Но вдруг Мара и это уже просчитал? Все же интеллект пережившего вселенную демона явно выше. Уж школьника-то видит насквозь. Тогда перехитрить и сделать то, что он попросил? А если демон и это учел?
Вздохнув, Моня встал и принялся что силы стучать по двери. Стража глуха, но вибрации-то должна уловить? Иначе какой от нее вообще толк?
Стучать пришлось долго. Он в кровь сбил кулачки и сломал ногти, что для девушки было уже катастрофой. Наконец, стальное окошко в двери, куда клали еду, с лязгом открылось. Моня сорвал с пальца перстень с сапфиром и бросил в него. Даже не звякнуло, на лету там поймали.
Конечно, для попытки подкупа мало и бесполезно. Не чаевые, сервис тут никакой. Но раз кольцо дали, значит, узнице от них что-то нужно. Точно не секс. По крайней мере, не с ними. Так поймут или нет? Вариантов немного.
Теперь только ждать, надеясь, что стражники не идиоты. Раз перстень взяли, то обмануть не рискнут – пленница сдаст, а за «подарки» карают. Очевидно же – «дайте свидание с мужем».
Казалось, время остановилось или двигалось не прямо, а в сторону. Моня вспомнил амулет на груди Мары – трехглазое солнце. Такое же дома теперь на руке. Метка хозяина, намек, что видит его даже там. А видит ли здесь?
Моня почувствовал, как сердце сжалось от ужаса. Он муравей под колесом огромной истории, глупо считать, что может что-то решить. Ему не хотелось быть частью этого, но что, если выбор все-таки есть? И он определит, будет ли вселенная жить? А из-за ошибки всё в ней исчезнет – Юлька, его комната, «Харон» и даже Рафик, которого так ненавидит? Вообще уже всё?

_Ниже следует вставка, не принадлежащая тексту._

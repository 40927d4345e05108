// Who is signed in, read from the session cookie, kept for a few seconds per Cookie header.
// Looking a session up costs the auth library a cookie signature check and database reads; every
// API request needs it, and under load it was the largest single cost (about 6 ms of 9 per request
// on the embedded database). The trade-off, chosen and written down: a sign-out, deactivation or
// role change takes effect at once on the instance that handled it (its cache is emptied when such
// a request finishes) and within SESSION_CACHE_MS on other instances.
import type { Request, RequestHandler } from 'express';
import type { Auth } from '../auth';
import { LRUCache } from 'lru-cache';
import { readSessionUser, type SessionUser } from './context';

/** How long a looked-up session is reused on this instance. */
export const SESSION_CACHE_MS = 5_000;
/** Cookie headers remembered at most (one per signed-in browser; a few hundred bytes each). */
const MAX_ENTRIES = 10_000;
/** Bytes remembered at most (a Cookie header can be long): key length plus the user's fields. */
const MAX_BYTES = 8 * 1024 * 1024;

export interface SessionReader {
  read(req: Request): Promise<SessionUser | null>;
  /** Middleware: once a request that may change sessions or users finishes, forget every entry. */
  forgetAfterChange: RequestHandler;
}

export function createSessionReader(auth: Auth, ttlMs = SESSION_CACHE_MS): SessionReader {
  // fetch() shares a lookup under way by Cookie header: a page sends its requests together, and
  // they share one lookup instead of each making its own (under paced load that was most of a
  // visit's work). Emptying the cache rejects the lookups under way, so none is stored after a change.
  const cache = new LRUCache<string, { user: SessionUser | null }, Request>({
    max: MAX_ENTRIES,
    maxSize: MAX_BYTES,
    sizeCalculation: (v, key) => key.length + 64 + (v.user ? v.user.id.length + v.user.name.length + v.user.email.length : 0),
    ttl: Math.max(1, ttlMs),
    fetchMethod: async (_key, _stale, { context }) => ({ user: await readSessionUser(auth, context) }),
  });
  // Bumped on every forget: a lookup the forget rejected is made again, after the change.
  let generation = 0;
  const forget = () => {
    generation++;
    cache.clear();
  };
  return {
    read(req) {
      const key = req.headers.cookie;
      if (!key || ttlMs <= 0) return readSessionUser(auth, req);
      const started = generation;
      return cache.fetch(key, { context: req }).then(
        (entry) => (entry ? entry.user : readSessionUser(auth, req)),
        (err: unknown) => {
          if (generation !== started) return readSessionUser(auth, req);
          throw err;
        },
      );
    },
    forgetAfterChange(req, res, next) {
      if (req.method !== 'GET' && req.method !== 'HEAD' && req.method !== 'OPTIONS') {
        res.once('finish', forget);
        res.once('close', forget);
      }
      next();
    },
  };
}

Задрожав, Моня открыл глаза и посмотрел на свечу. Она почти догорела, оставив тонкую струйку дыма, за которой придет уже тьма. Он вдруг подумал, что эта свеча – как вся его жизнь: ничтожная, хрупкая, готовая погаснуть даже от сквозняка. Но вполне может устроить пожар, если неосторожно опрокинуть ее на солому. И он такая свеча – маленький, незначительный, но способный невольно сжечь мир? Как одна из необходимых для этого причин и условий?
Вновь звякнул засов. В камеру толкнули мужчину и поспешно за ним заперли дверь. Словно пустили козленка в клетку к голодной тигрице, гадая, сожрет или отпустит?

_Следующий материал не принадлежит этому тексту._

describe('SIGKILL during a planning run and its e-mails', () => {
  it('kills the server while an alert e-mail waits for its SMTP answer', async () => {
    // The first e-mail is accepted; the server is killed while the second waits for the 250
    // reply, so it was never accepted (a sender that sees no 250 has not sent the message).
    const held = waitFor<number>('the second alert e-mail', 90_000, (resolve) => {
      receiver.decide = (_mail, i) => {
        if (i === 1) {
          resolve(i);
          return 'hold';
        }
        return 'accept';
      };
    });
    const job = planOnce();
    heldId = outboxId(receiver.seen[await held]);
    await server!.kill();
    expect(await job).toBeNull();
    expect(receiver.delivered).toHaveLength(1);
  }, 120_000);

  it('after a restart, kills it again when the SMTP server has taken an e-mail but before its answer arrives', async () => {
    await start();
    // The plan of the killed run was committed with its outbox rows before any sending, so a run
    // on the same forecast queues nothing new and sends the e-mails not yet tried. The receiver
    // takes the first of them and kills the server just before answering 250: the message is
    // delivered, but the server never learns it.
    const raced = waitFor<number>('an e-mail of the second run', 90_000, (resolve) => {
      receiver.decide = (_mail, i) => ({
        acceptAfter: () => {
          if (server!.child.exitCode === null && server!.child.signalCode === null) process.kill(server!.pid, 'SIGKILL');
          resolve(i);
        },
      });
    });
    const job = planOnce();
    const racedIndex = await raced;
    racedBaseUrl = server!.baseUrl;
    await server!.exited;
    expect(await job).toBeNull();
    racedId = outboxId(receiver.seen[racedIndex]);
    expect(receiver.delivered.at(-1)).toBe(receiver.seen[racedIndex]);
  }, 150_000);

  it('after another restart, a run queues nothing new and sends the e-mails not yet tried', async () => {
    await start();
    receiver.decide = () => 'accept';
    const again = await planOnce();
    expect(again).not.toBeNull();
    expect(again!.projects.every((p) => p.status === 'planned')).toBe(true);
    expect(again!.projects.reduce((n, p) => n + (p.queued ?? 0), 0)).toBe(0);
    expect(again!.mail.sent).toBeGreaterThan(0);
    // Nothing but the raced e-mail may have arrived twice so far (its retry is a minute after the claim).
    const ids = receiver.delivered.map(outboxId).filter((id) => id !== racedId);
    expect(new Set(ids).size, 'an e-mail arrived twice').toBe(ids.length);
    expect(ids.every((id) => !id.startsWith('unknown'))).toBe(true);
  }, 150_000);
});

describe('SIGKILL during a large import', () => {
  const YEARS = 20;
  const records = Math.round(YEARS * 365.25 * 24);
  let cookie = '';
  let csv: Blob;
  let before: { id: string; records: number }[] = [];
  let calibrated: { id: string; records: number; writeToEndMs: number };

  /** Bytes in the database's data files (DATA_DIR/db/base): they grow as a transaction writes rows. */
  function dataFileBytes(): number {
    let total = 0;
    const walk = (dir: string) => {
      for (const entry of fs.readdirSync(dir, { withFileTypes: true })) {
        const file = path.join(dir, entry.name);
        if (entry.isDirectory()) walk(file);
        else total += fs.statSync(file, { throwIfNoEntry: false })?.size ?? 0;
      }
    };
    walk(path.join(dataDir, 'db', 'base'));
    return total;
  }

  /**
   * Uploads the CSV with streamed progress. Once parsing has begun (parsing writes nothing to the
   * database) the data files are watched: their first growth is the import's transaction writing
   * rows, and `onWrite` runs then. (The 'saving' progress line cannot serve: the save keeps the
   * server's event loop busy, so that line reaches the client together with the result. The WAL
   * cannot either: PGlite writes this transaction's WAL to disk only at its commit.)
   */
  async function upload(
    name: string,
    onWrite?: () => void,
  ): Promise<{ result: { id: string; records: number } | null; writeToEndMs: number }> {
    const form = new FormData();
    form.set('name', name);
    form.set('kind', 'hindcast');
    form.set('format', 'csv');
    form.set('dataPointDepth', 'deep');
    form.set('file', csv, `hindcast-${YEARS}y.csv`);
    let writeAt = 0;
    let watch: ReturnType<typeof setInterval> | undefined;
    try {
      const res = await fetch(`${server!.baseUrl}/api/projects/${projectId}/datasets`, {
        method: 'POST',
        headers: { cookie, origin: server!.baseUrl, accept: 'application/x-ndjson' },
        body: form,
      });
      let buffered = '';
      for await (const chunk of res.body as unknown as AsyncIterable<Uint8Array>) {
        buffered += Buffer.from(chunk).toString('utf8');
        let nl: number;
        while ((nl = buffered.indexOf('\n')) >= 0) {
          const line = JSON.parse(buffered.slice(0, nl));
          buffered = buffered.slice(nl + 1);
          if (line.progress && !watch) {
            const baseline = dataFileBytes();
            watch = setInterval(() => {
              if (writeAt || dataFileBytes() === baseline) return;
              writeAt = performance.now();
              clearInterval(watch);
              onWrite?.();
            }, 10);
          }
          if (line.status === 201) return { result: line.result, writeToEndMs: writeAt ? performance.now() - writeAt : 0 };
          if (line.error) throw new Error(`import refused: ${JSON.stringify(line.error)}`);
        }
      }
    } catch (err) {
      if (!onWrite) throw err; // the killed upload ends with a reset connection
    } finally {
      clearInterval(watch);
    }
    return { result: null, writeToEndMs: 0 };
  }

  it(`imports a ${YEARS}-year hourly CSV completely once, timing its transaction`, async () => {
    const t0 = Date.UTC(1995, 0, 1);
    const lines = ['time,hs,tp,tz,dir,wind_speed,wind_dir'];
    for (let i = 0; i < records; i++) {
      const hs = 1.2 + 0.8 * Math.sin(i / 700) + ((i * 7919) % 100) / 200;
      lines.push(
        `${new Date(t0 + i * 3_600_000).toISOString()},${hs.toFixed(2)},${(8 + hs).toFixed(1)},${(5.5 + hs * 0.6).toFixed(1)},${200 + (i % 90)},${(4 + hs * 3).toFixed(1)},${210 + (i % 80)}`,
      );
    }
    csv = new Blob([lines.join('\n') + '\n'], { type: 'text/csv' });
    // The server of the last restart still runs.
    cookie = await signIn(server!.baseUrl, 'coordinator@example.com');
    before = ((await api(cookie, 'GET', `/api/projects/${projectId}/datasets`)) as { id: string; records: number }[]).map((d) => ({
      id: d.id,
      records: d.records,
    }));

    const { result, writeToEndMs } = await upload('Calibration hindcast (complete)');
    expect(result!.records).toBe(records);
    expect(writeToEndMs, 'no write to the data files seen during the import').toBeGreaterThan(0);
    calibrated = { ...result!, writeToEndMs };
  }, 120_000);

  it('kills the server a third of the way through the transaction of the same import; the first open after the kill finds it rolled back', async () => {
    let grownAtKill = 0;
    const startBytes = dataFileBytes();
    const { result } = await upload('Killed hindcast (must not exist)', () => {
      setTimeout(() => {
        if (server!.child.exitCode !== null || server!.child.signalCode !== null) return;
        process.kill(server!.pid, 'SIGKILL');
        grownAtKill = dataFileBytes() - startBytes;
      }, calibrated.writeToEndMs / 3);
    });
    await server!.exited;
    expect(result, 'the import finished before the kill').toBeNull();
    expect(grownAtKill, 'the kill came before the transaction wrote anything').toBeGreaterThan(0);
    server = undefined;
    const uploads = path.join(serverTmp, 'lullwatch-uploads');
    const leftover = fs.existsSync(uploads) ? fs.readdirSync(uploads) : [];
    console.log(
      `Import killed ${Math.round(calibrated.writeToEndMs / 3)} ms into its transaction (of about ${Math.round(calibrated.writeToEndMs)} ms), after ${(grownAtKill / 1e6).toFixed(1)} MB of data-file growth; ` +
        `${leftover.length} upload file(s) left in the server's temporary folder.`,
    );

    // The first open after the kill, with the app's openDatabase: PostgreSQL's crash recovery runs.
    const report = await checkIntegrity(path.join(dataDir, 'db'));
    expect(integrityProblems(report)).toEqual([]);
    expect(report.rows.dataset).toBe(before.length + 1);
    expect(report.rows.dataset_chunk).toBeGreaterThanOrEqual(Math.ceil(records / 8784));
    expect(report.amcheck.indexes).toBeGreaterThan(20);
    expect(report.amcheck.tables).toBe(Object.keys(report.rows).length + 1); // and drizzle's migrations table
  }, 150_000);

  it('after a restart, the dataset list is the one before the killed import plus the complete one', async () => {
    await start();
    cookie = await signIn(server!.baseUrl, 'coordinator@example.com');
    const after = (await api(cookie, 'GET', `/api/projects/${projectId}/datasets`)) as { id: string; records: number }[];
    const byId = (a: { id: string }, b: { id: string }) => a.id.localeCompare(b.id);
    expect(after.map((d) => ({ id: d.id, records: d.records })).sort(byId)).toEqual(
      [...before, { id: calibrated.id, records: calibrated.records }].sort(byId),
    );
    await server!.stop();
    server = undefined;
  }, 150_000);
});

Моня замер, вглядываясь в фигуру, которую тусклый свет догоравшей свечи едва выхватывал из полумрака. Анджел показался изможденным и немного растерянным, всё еще неся на себе груз вины. Слегка сутулился, словно она давила на плечи, заставив их опустить. Его светлые кудри теперь спутались и свисали неровными прядями, закрывая лоб и серо-зеленые глаза, где читалось отчаяние и обреченность. Под ними глубокие тени, а щеки, покрытые легкой щетиной, впали, словно не ел и не спал уже много дней.

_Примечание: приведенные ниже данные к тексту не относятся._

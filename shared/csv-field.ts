/**
 * One CSV field, for every CSV the product writes (the browser's download buttons and the
 * server's workability.csv).
 *
 * - RFC 4180 (from memory): a field holding '"', ',', CR or LF is wrapped in double quotes, with
 *   each '"' doubled. A field holding ';' or tab is quoted too: spreadsheets whose list separator
 *   is ';' (most of continental Europe) split on it, and the piece after it could start a formula.
 * - CSV injection (OWASP "CSV Injection" page, from memory): a spreadsheet runs a cell that starts
 *   with '=', '+', '-' or '@' (or tab or CR, which it skips first) as a formula, so a worksite
 *   named `=HYPERLINK(...)` or `@SUM(...)` would run on the reader's machine. Such a text gets a
 *   leading apostrophe, which spreadsheets read as "this is text". Plain decimal numbers written
 *   as text ('-1.5', '+3') cannot carry a formula and are left as they are.
 * Numbers are written as JavaScript prints them (NaN and infinities as an empty field), booleans
 * as yes/no, null and undefined as an empty field.
 *
 * @example csvField('=1+2";=1+2') // "'=1+2"";=1+2" wrapped in quotes
 */
export function csvField(v: string | number | boolean | null | undefined): string {
  if (v === null || v === undefined) return '';
  if (typeof v === 'number') return Number.isFinite(v) ? String(v) : '';
  if (typeof v === 'boolean') return v ? 'yes' : 'no';
  let s = FORMULA_START.test(v) && !PLAIN_NUMBER.test(v) ? `'${v}` : v;
  if (NEEDS_QUOTES.test(s)) s = `"${s.replace(/"/g, '""')}"`;
  return s;
}

const FORMULA_START = /^[=+\-@\t\r\n]/;
const PLAIN_NUMBER = /^[+-]?(?:\d+(?:\.\d*)?|\.\d+)(?:[eE][+-]?\d+)?$/;
const NEEDS_QUOTES = /[",;\t\r\n]/;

На нем была та же одежда, что Моня помнил: потрепанный кожаный жилет и белая рубаха с кружевным накрахмаленным воротником и закатанными до локтя рукавами. Ладони нервно сжимались и разжимались, словно Анджел не знал, что с ними делать.
Он протянул руки, неуверенно шагнул, пытаясь обнять, но Моня остановил его взглядом.
Анджел понимающе кивнул, открыл рот, чтобы что-то сказать, но, видимо, ком в горле не дал это сделать, и вместо слов хрипло выдохнул. Нервно сглотнул, опустил голову и вдруг всхлипнул, не в силах сдержаться.
– Я… я не могу тебя спасти, – наконец выдавил он. – Прости меня… за всё. Не помогли даже все мои связи. – Он замолчал, сжав кулаки так, что побелели костяшки.
Сейчас Моня смотрел на него даже с сочувствием. Скотина, конечно, но ведь любит искренне. В голосе сквозила та же беспомощность, которую чувствовал сам. Но эта любовь для Анджела стала проклятием, будучи с первого дня извращенной, безнадежной и безответной. Полюби крокодила, и шансов у нее было бы больше. Хотя, надо признать, чего-то всё же добился, подлец.
Вспомнив детали, Моня покраснел и про себя чертыхнулся. «Рыбкина Память» не тронула жгуче стыдливые образы только потому, что они не его. Это должна сделать Инь, если захочет. С «чисткой» надо завязывать, иначе так и будут стирать память друг друга. Хотя бы себе должны доверять.